I would simply explain to him that the historic practice of the church has been to baptize using the trinitarian formula, and that if he would like for you to perform the baptism, that is the way it will be done.


----------



## arapahoepark (Mar 25, 2016)

The reformed have taken the 'formula' of Acts to mean, not that it was against Father, Son and Holy Spirit but, merely referring the power in which they did it. Thus it is not a formula to say, plus its reminiscent of oneness Pentecostal practice.
https://carm.org/religious-movements/oneness-pentecostal/must-baptism-be-Jesus-name


----------



## reaganmarsh (Mar 25, 2016)

Bill The Baptist said:


> I would simply explain to him that the historic practice of the church has been to baptize using the trinitarian formula, and that if he would like for you to perform the baptism, that is the way it will be done.



As a fellow SBC pastor, Derek, my reply would be much along the lines of what Bill has written. You may be pastorally wise to print off the article that Trent posted and give it to the man for his consideration and edification as well; it is well-written and concise (which means he might actually read it). 

May the Lord bless your ministry!

Grace to you.


----------



## Dekybo (Mar 25, 2016)

I spoke with him and he agreed that she would be baptized in the trinitarian formula, but he would still like me to read Acts 2:38 beforehand and explain that apart from Christ baptism would be pointless. Maybe I can use the opportunity beforehand to explain the true meaning behind this verse. I never thought about the ideas being ties to oneness Pentecostal. That is definitely scary.


----------



## Dekybo (Mar 25, 2016)

reaganmarsh said:


> Bill The Baptist said:
> 
> 
> > I would simply explain to him that the historic practice of the church has been to baptize using the trinitarian formula, and that if he would like for you to perform the baptism, that is the way it will be done.
> ...



It was a great article and I may print it off for him. Thanks


----------



## KeithW (Mar 25, 2016)

I am only a layman so I hope this is not presumptuous.

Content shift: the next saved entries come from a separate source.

import type { Made } from '@/lib/domain/builds/made';
import type { FeatureState } from '@/components/parts-map/crank-map';

const LOOKS = {
  none: ['fill-paper', 'stroke-blue'],
  in_size: ['fill-insize-wash', 'stroke-insize'],
  to_cut: ['fill-tocut-wash', 'stroke-tocut'],
  past: ['fill-past-wash', 'stroke-past'],
} as const;

/** The block from above: its banks with the cylinders numbered as the trade numbers them. */
export function BlockMap({
  made,
  states = {},
}: {
  made: Made;
  states?: Readonly<Record<string, FeatureState>>;
}) {
  const longest = Math.max(...made.banks.map((bank) => bank.length));
  const width = 40 + longest * 130;
  const height = made.banks.length * 124 + 26;
  return (
    <svg
      viewBox={`0 0 ${width} ${height}`}
      role="img"
      aria-label={`Block from above, ${made.cylinders} cylinders`}
      className="my-3 block max-h-72 w-full"
    >
      <rect x="6" y="8" width={width - 12} height={height - 34} className="fill-granite stroke-ink-2" />
      {made.banks.map((bank, row) =>
        bank.map((cylinder, index) => {
          const [fill, line] = LOOKS[states[String(cylinder)] ?? 'none'];
          const [cx, cy] = [80 + index * 130 + (row === 1 ? 18 : 0), 70 + row * 124];
          return (
            <g key={cylinder}>
              <circle cx={cx} cy={cy} r="46" strokeWidth="2" className={`${fill} ${line}`} />
              <text
                x={cx}
                y={cy + 7}
                textAnchor="middle"
                fontSize="20"
                fontWeight="700"
                className="num fill-blue"
              >
                {cylinder}
              </text>
            </g>
          );
        }),
      )}
      <text x="10" y={height - 6} fontSize="13" className="fill-ink-3">
        {made.numberedFrom === 'front' ? 'Front' : 'Flywheel end'}
      </text>
    </svg>
  );
}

Is it as simple as explaining to him that one inspired author gives a fuller explanation than another? Luke in the book of Acts only uses Jesus Christ when baptism is mentioned while Matthew uses the Trinity?


----------



## Pilgrim (Mar 25, 2016)

Dekybo said:


> I spoke with him and he agreed that she would be baptized in the trinitarian formula, but he would still like me to read Acts 2:38 beforehand and explain that apart from Christ baptism would be pointless. Maybe I can use the opportunity beforehand to explain the true meaning behind this verse. I never thought about the ideas being ties to oneness Pentecostal. That is definitely scary.



Yes. "Apostolic"=Oneness Pentecostal, and likely of the more old school legalistic sort.


----------



## Presbuteros (Mar 25, 2016)

Derek,

I'm not sure if you have done this already, but you may want to make sure that he is not a modalist still.


----------



## Dekybo (Mar 25, 2016)

Presbuteros said:


> Derek,
> 
> I'm not sure if you have done this already, but you may want to make sure that he is not a modalist still.



I have not delved into it much with him, but will make a point to speak with him about it.


----------